Тюдоры. От Генриха VIII до Елизаветы I - Питер Акройд
Шрифт:
Интервал:
Другие попросту устали от религиозных разногласий и богословских споров; они в каком-то смысле были антиклерикалами, стремившимися прежде всего к порядку и безопасности. Их, чуждых всякого религиозного рвения, не особенно интересовали новые формы протестантской духовности. Если они и подчинялись канонам существующей религии, то только потому, что им так велели. Так происходил медленный процесс формирования церкви, которая впоследствии стала называться англиканской.
— Покайся! Покайся!
По улицам Лондона гулом прокатился крик. Йомен по имени Хакетт провозгласил себя королем Европы и новым мессией: «Скажите им в Сити, что Иисус Христос пришел с лопатой[88] в руке, чтобы суд вершить на земле.

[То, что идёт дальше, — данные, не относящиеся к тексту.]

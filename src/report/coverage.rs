//! How far the ΔG data reach: which internal reactions get a ΔrG'° (and so
//! a direction verdict), from which source, per compartment and per group,
//! and which missing formation energies block the most reactions — the list
//! a curator fills first.

use super::{CoverageView, GroupCoverageView, MissingMetaboliteView, SourceCountView};
use crate::analysis::{Analysis, EnergyOrigin};
use std::collections::BTreeMap;

/// Where a reaction's ΔrG'° comes from, strongest first: the order in which
/// a Σ ν·ΔfG'° is attributed when its terms come from several sources.
pub const SOURCES: &[(&str, &str)] = &[
    ("side-table", "side table"),
    ("model", "model value"),
    ("species", "species data in the model"),
    ("library", "built-in library"),
    (
        "transport-rule",
        "transport rule (single-species approximation)",
    ),
    ("conditions", "compartment conditions only (H⁺ moved)"),
];

/// The coverage figures of one analysis.
pub fn coverage(analysis: &Analysis) -> CoverageView {
    let model = analysis.model;
    let internal: Vec<usize> = (0..model.reactions.len())
        .filter(|&j| analysis.is_thermodynamic(j))
        .collect();
    let mut by_source: BTreeMap<&str, usize> = BTreeMap::new();
    let mut blocks: BTreeMap<usize, (usize, usize)> = BTreeMap::new();
    let mut with_energy = 0;
    for &j in &internal {
        match &analysis.reaction_thermo[j] {
            Ok(t) => {
                with_energy += 1;
                *by_source
                    .entry(reaction_source(analysis, j, t.origin))
                    .or_default() += 1;
            }
            Err(missing) => {
                for &i in &missing.metabolites {
                    let entry = blocks.entry(i).or_default();
                    entry.0 += 1;
                    if missing.metabolites.len() == 1 {
                        entry.1 += 1;
                    }
                }
            }
        }
    }
    let group_view = |label: String, members: &[usize]| GroupCoverageView {
        label,
        reactions: members.len(),
        with_energy: members
            .iter()
            .filter(|&&j| analysis.reaction_thermo[j].is_ok())
            .count(),
    };
    let by_compartment = model
        .compartments
        .iter()
        .enumerate()
        .map(|(c, comp)| {
            let members: Vec<usize> = internal
                .iter()
                .copied()
                .filter(|&j| {
                    model.reactions[j]
                        .stoichiometry
                        .iter()
                        .any(|&(i, _)| model.metabolites[i].compartment == c)
                })
                .collect();
            group_view(comp.id.clone(), &members)
        })
        .collect();
    let mut groups: BTreeMap<String, Vec<usize>> = BTreeMap::new();
    for &j in &internal {
        let label = model.reactions[j]
            .group
            .clone()
            .unwrap_or_else(|| "(no group)".into());
        groups.entry(label).or_default().push(j);
    }
    let by_group = groups
        .into_iter()
        .map(|(label, members)| group_view(label, &members))
        .collect();
    let mut missing: Vec<MissingMetaboliteView> = blocks
        .into_iter()
        .map(|(i, (blocks, only_gap))| {
            let m = &model.metabolites[i];
            MissingMetaboliteView {
                metabolite: m.id.clone(),
                slug: crate::slug::slug(&m.id),
                name: m.name.clone(),
                compartment: model.compartments[m.compartment].id.clone(),
                formula: m.formula.clone(),
                blocks,
                only_gap,
                xrefs: m.xrefs.clone(),
            }
        })
        .collect();
    missing.sort_by(|a, b| {
        b.blocks
            .cmp(&a.blocks)
            .then(b.only_gap.cmp(&a.only_gap))
            .then(a.metabolite.cmp(&b.metabolite))
    });
    CoverageView {
        internal_reactions: internal.len(),
        with_energy,
        by_source: SOURCES
            .iter()
            .map(|&(source, label)| SourceCountView {
                source: source.into(),
                label: label.into(),
                reactions: by_source.get(source).copied().unwrap_or(0),
            })
            .collect(),
        by_compartment,
        by_group,
        missing,
    }
}

/// The source a reaction's ΔrG'° is attributed to (see [`SOURCES`]).
fn reaction_source(analysis: &Analysis, j: usize, origin: EnergyOrigin) -> &'static str {
    let settings = analysis.settings;
    match origin {
        EnergyOrigin::Reaction if settings.table_reactions.contains(&j) => "side-table",
        EnergyOrigin::Reaction => "model",
        EnergyOrigin::TransportRule => "transport-rule",
        EnergyOrigin::Formation => {
            let mut best = "conditions";
            let rank = |s: &str| {
                SOURCES
                    .iter()
                    .position(|&(k, _)| k == s)
                    .unwrap_or(usize::MAX)
            };
            for &(i, _) in &analysis.model.reactions[j].stoichiometry {
                let Some(e) = analysis.metabolite_energy(i) else {
                    continue;
                };
                let source = if settings.table_metabolites.contains(&i) {
                    "side-table"
                } else {
                    match e.origin {
                        "model" => "model",
                        "species" => "species",
                        "library" => "library",
                        _ => continue, // H⁺, fixed by the pH
                    }
                };
                if rank(source) < rank(best) {
                    best = source;
                }
            }
            best
        }
    }
}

И если какой человек спросит, где найти его, скажите, что он в доме Уолкера на Броукен-Уорф!» Хакетт заявил, что Елизавета узурпировала корону. Вскоре он оказался на эшафоте, где, испуская дух, взывал к Господу, умоляя вызволить его из рук врагов. «Иначе, — сказал он, — я подожгу небеса и сорву Тебя с трона Твоего собственными руками». Зрители пришли в ужас и призвали продлить процесс его потрошения. Такова типичная сцена Елизаветинской эпохи.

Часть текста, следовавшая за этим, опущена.